I found two videos that espouse the same thing about the wrist angle. Out of the videos are three drills that might help you establish the proper wrist position on contact. Take a look:

The most obvious indicator that I am making solid contact is my divot. If it starts at or just past the ball, then I know all my swing mechanics are working. The other tool I use is my phone to take a video. This allows me to slow my swing down and analyze the various positions of my body during my golf swing. I plan on doing more videoing this year because my new golf course has a range where I can practice.

Making solid contact with our irons is important to lower golf scores and to develop strong course management skills.
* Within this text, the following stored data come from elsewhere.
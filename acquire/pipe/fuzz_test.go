package pipe_test

import (
	"bytes"
	"encoding/binary"
	"io"
	"math"
	"math/big"
	"slices"
	"testing"

	"shakerwatch/acquire/pipe"
)

// ragged hands out pieces of changing lengths, from 0 on.
type ragged struct {
	r     io.Reader
	seed  uint
	reads uint
}

func (g *ragged) Read(p []byte) (int, error) {
	g.reads++
	n := int((g.seed + g.reads*g.reads*7) % 23)
	return g.r.Read(p[:min(n, len(p))])
}

// expect works out the samples of raw by another way: big integers and encoding/binary.Read.
func expect(t *testing.T, e pipe.Encoding, raw []byte) []float64 {
	t.Helper()
	want := make([]float64, len(raw)/e.Bytes())
	switch e {
	case pipe.F32:
		single := make([]float32, len(want))
		if err := binary.Read(bytes.NewReader(raw), binary.LittleEndian, single); err != nil {
			t.Fatal(err)
		}
		for i, v := range single {
			want[i] = float64(v)
		}
	case pipe.F64:
		if err := binary.Read(bytes.NewReader(raw), binary.LittleEndian, want); err != nil {
			t.Fatal(err)
		}
	default:
		full := new(big.Int).Lsh(big.NewInt(1), uint(8*e.Bytes()))
		half := new(big.Int).Rsh(full, 1)
		for i := range want {
			b := slices.Clone(raw[i*e.Bytes() : (i+1)*e.Bytes()])
			slices.Reverse(b)
			integer := new(big.Int).SetBytes(b)
			if integer.Cmp(half) >= 0 {
				integer.Sub(integer, full)
			}
			want[i], _ = new(big.Rat).SetFrac(integer, half).Float64()
		}
	}
	return want
}

func FuzzSource(f *testing.F) {
	f.Add([]byte{}, uint8(0), uint8(0), uint(0))
	f.Add([]byte{1, 2, 3}, uint8(0), uint8(1), uint(1))
	f.Add([]byte{0xff, 0xff, 0x7f, 0, 0, 0x80, 1}, uint8(1), uint8(0), uint(9))
	f.Add([]byte("\x00\x00\x00\x80\xff\xff\xff\x7f\x01"), uint8(2), uint8(0), uint(3))
	f.Add([]byte("\x00\x00\xc0\x7f\x00\x00\x80\xff\x01\x00\x80\x7f"), uint8(3), uint8(0), uint(5))
	f.Add(bytes.Repeat([]byte{0, 0, 0, 0, 0, 0, 0xf0, 0x7f}, 9), uint8(4), uint8(1), uint(22))
	f.Fuzz(func(t *testing.T, raw []byte, encoding, channels uint8, seed uint) {
		e := encodings[int(encoding)%len(encodings)]
		wide := 1 + int(channels)%9
		whole := len(raw) / (wide * e.Bytes())
		want := expect(t, e, raw[:whole*wide*e.Bytes()])
		s := pipe.New(&ragged{r: bytes.NewReader(raw), seed: seed}, 100, wide, e)
		got, err := frames(t, s)
		if err != io.EOF || s.Leftover() != len(raw)-whole*wide*e.Bytes() {
			t.Fatalf("ended by %v with %d bytes left over", err, s.Leftover())
		}
		if !slices.EqualFunc(got, want, same) {
			t.Fatalf("read %v, want %v", got, want)
		}
	})
}

// same takes all NaN for equal: turning a float32 into a float64 may quieten one.
func same(a, b float64) bool {
	return math.Float64bits(a) == math.Float64bits(b) || a != a && b != b
}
Having the confidence of consistently hitting solid iron shots goes a long way to playing great golf. I know that over the years, developing this skill has greatly improved my game and it all started with adopting the proper hand/wrist position on contact.
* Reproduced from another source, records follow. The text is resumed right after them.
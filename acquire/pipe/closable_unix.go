//go:build unix

package pipe

import (
	"fmt"
	"io/fs"
	"os"
	"syscall"
)

// Closable returns the pipe or socket behind f as a file whose Close ends a Read that waits. That of
// os.Stdin does not: Go leaves a descriptor that it was given blocking, and nothing wakes such a
// read. f is taken over and closed. What is no pipe and no socket is returned as it is: a Read
// of a regular file does not wait, and a terminal is shared with other programs, whom the change
// would disturb.
//
// Where the system has no such change, f is returned as it is.
func Closable(f *os.File) (*os.File, error) {
	info, err := f.Stat()
	if err != nil {
		return nil, fmt.Errorf("open the pipe: %w", err)
	}
	if info.Mode()&(fs.ModeNamedPipe|fs.ModeSocket) == 0 {
		return f, nil
	}
	conn, err := f.SyscallConn()
	if err != nil {
		return nil, fmt.Errorf("open the pipe: %w", err)
	}
	fd := -1
	var failed error
	if err := conn.Control(func(old uintptr) { fd, failed = another(int(old)) }); err != nil {
		return nil, fmt.Errorf("open the pipe: %w", err)
	}
	if failed != nil {
		return nil, fmt.Errorf("open the pipe: %w", failed)
	}
	f.Close()
	return os.NewFile(uintptr(fd), f.Name()), nil
}

// another is a descriptor of the same pipe that Go's poller can wait for, since it does not block.
func another(old int) (int, error) {
	// A child that is started in between must not keep the pipe open.
	syscall.ForkLock.RLock()
	defer syscall.ForkLock.RUnlock()
	fd, err := syscall.Dup(old)
	if err != nil {
		return -1, os.NewSyscallError("dup", err)
	}
	syscall.CloseOnExec(fd)
	if err := syscall.SetNonblock(fd, true); err != nil {
		syscall.Close(fd)
		return -1, os.NewSyscallError("fcntl", err)
	}
	return fd, nil
}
I am a grateful golfer! See you on the links!

7 thoughts on “Making Solid Contact With Irons

  1. Pingback: Making Solid Iron Contact | The Grateful Golfer

  2. Video is a great tool, being able to take a screen shot at impact is a revelation most amateurs are shocked at seeing. What we think we are doing is often not reality.
    BMc

    Liked by 1 person

  3. My first thought is this is not the first step to get to consistent solid contact. It’s how you get the most out of a solid contact. Also, that forward press can also be overdone. Ask me how I know. lol

    Really. With any club in the bag, when you go hands forward at impact you bring into play the leading edge of the club more. So you better make ball first contact.
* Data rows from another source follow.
package pipe

import (
	"math"
	"testing"
)

func TestParseEncoding(t *testing.T) {
	for _, c := range []struct {
		name  string
		want  Encoding
		bytes int
		fits  bool
	}{
		{"s16", S16, 2, true},
		{"s24", S24, 3, true},
		{"s32", S32, 4, false},
		{"f32", F32, 4, true},
		{"f64", F64, 8, false},
	} {
		e, err := ParseEncoding(c.name)
		if err != nil || e != c.want || e.String() != c.name || e.Bytes() != c.bytes || e.FitsFloat32() != c.fits {
			t.Errorf("%s: %v, %v, %d bytes, fits float32 %v", c.name, e, err, e.Bytes(), e.FitsFloat32())
		}
	}
	for _, name := range []string{"", "S16", "s8", "u16", "float", "s16 ", "encoding 1"} {
		e, err := ParseEncoding(name)
		if e != 0 || err == nil {
			t.Errorf("%q is taken for %v", name, e)
		}
	}
	_, err := ParseEncoding("s8")
	if want := `encoding "s8": choose s16, s24, s32, f32 or f64`; err == nil || err.Error() != want {
		t.Errorf("error is %v, want %s", err, want)
	}
}

// A sample of an integer encoding times 2^(b-1) is the integer that the bytes spell, a float is what
// IEEE 754 says of its bits; both worked out by hand.
func TestDecode(t *testing.T) {
	for _, c := range []struct {
		name string
		e    Encoding
		src  []byte
		want float64
	}{
		{"s16 zero", S16, []byte{0, 0}, 0},
		{"s16 one", S16, []byte{1, 0}, 1.0 / 32768},
		{"s16 order of bytes", S16, []byte{0x34, 0x12}, 0x1234 / 32768.0},
		{"s16 largest", S16, []byte{0xff, 0x7f}, 32767.0 / 32768},
		{"s16 smallest", S16, []byte{0x00, 0x80}, -1},
		{"s16 minus one", S16, []byte{0xff, 0xff}, -1.0 / 32768},
		{"s24 one", S24, []byte{1, 0, 0}, 1.0 / 8388608},
		{"s24 order of bytes", S24, []byte{0x56, 0x34, 0x12}, 0x123456 / 8388608.0},
		{"s24 largest", S24, []byte{0xff, 0xff, 0x7f}, 8388607.0 / 8388608},
		{"s24 smallest", S24, []byte{0, 0, 0x80}, -1},
		{"s24 minus one", S24, []byte{0xff, 0xff, 0xff}, -1.0 / 8388608},
		{"s32 one", S32, []byte{1, 0, 0, 0}, 1.0 / 2147483648},
		{"s32 order of bytes", S32, []byte{0x78, 0x56, 0x34, 0x12}, 0x12345678 / 2147483648.0},
		{"s32 largest", S32, []byte{0xff, 0xff, 0xff, 0x7f}, 2147483647.0 / 2147483648},
		{"s32 smallest", S32, []byte{0, 0, 0, 0x80}, -1},
		{"f32 one", F32, []byte{0, 0, 0x80, 0x3f}, 1},
		{"f32 beyond full scale", F32, []byte{0, 0, 0x20, 0xc0}, -2.5},
		{"f32 least", F32, []byte{1, 0, 0, 0}, 0x1p-149},
		{"f32 largest", F32, []byte{0xff, 0xff, 0x7f, 0x7f}, math.MaxFloat32},
		{"f32 infinite", F32, []byte{0, 0, 0x80, 0xff}, math.Inf(-1)},
		{"f32 NaN", F32, []byte{0, 0, 0xc0, 0x7f}, math.NaN()},
		{"f32 minus zero", F32, []byte{0, 0, 0, 0x80}, math.Copysign(0, -1)},
		{"f64 one", F64, []byte{0, 0, 0, 0, 0, 0, 0xf0, 0x3f}, 1},
		{"f64 largest", F64, []byte{0xff, 0xff, 0xff, 0xff, 0xff, 0xff, 0xef, 0x7f}, math.MaxFloat64},
		{"f64 infinite", F64, []byte{0, 0, 0, 0, 0, 0, 0xf0, 0x7f}, math.Inf(1)},
		{"f64 NaN with a payload", F64, []byte{5, 0, 0, 0, 0, 0, 0xf8, 0x7f}, math.Float64frombits(0x7ff8_0000_0000_0005)},
	} {
		t.Run(c.name, func(t *testing.T) {
			var dst [1]float64
			c.e.decode(dst[:], c.src)
			if same := math.Float64bits(dst[0]) == math.Float64bits(c.want); !same && !(c.e == F32 && c.want != c.want && dst[0] != dst[0]) {
				t.Errorf("%v, want %v", dst[0], c.want)
			}
		})
	}
}

// What FitsFloat32 promises, on the values with the most bits.
func TestFitsFloat32(t *testing.T) {
	most := []byte{0xff, 0xff, 0xff, 0xff, 0xff, 0xff, 0xef, 0x3f}
	for e := S16; e <= F64; e++ {
		src := append([]byte(nil), most[:e.Bytes()]...)
		if e < F32 {
			src[e.Bytes()-1] = 0x7f
		} else if e == F32 {
			copy(src, []byte{0xff, 0xff, 0x7f, 0x3f})
		}
		var dst [1]float64
		e.decode(dst[:], src)
		if fits := float64(float32(dst[0])) == dst[0]; fits != e.FitsFloat32() {
			t.Errorf("%v: the sample %v fits a float32: %v", e, dst[0], fits)
		}
	}
}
    One more point. You can hit ball first and you also hit hands forward at the same time and you can still hit it farther still if you also use the ground right in the turn because you’ll generate more clubhead speed and thus more compression still. All of this is part of a good turn.

    I think this video from Danny Maude might suit some readers better. It leaves out talk of compression. But I wouldn’t worry about adding that in until I could do what Mr. Maude is showing us well.

    Liked by 1 person

    • Kevin,

      You are right that there are many aspects of making solid contact that must be addressed. I obviously cannot cover them all, but the point of our hands being slightly head of the ball during contact is a metric that many amateurs can use. Your Danny Maude video is a good example of the many other things amateurs need to understand to make a good golf swing.

      Cheers Jim

      Like

      • That is the proper impact position for optimal ball flights and maximum distances from your clubs. I’m not trying to argue that. I just that I should spread a word of caution having been there that if you aren’t already hitting ball first then hitting hands forward is going to be less forgiving. You’ll be longer when you get it right, but you’ll chunk more. Irons have bounce too and hands forward takes that away and presents the leading edge. A real shallow swing might manage some glide, but that’s your only hope if you miss the ball and come in early with a hands forward impact position.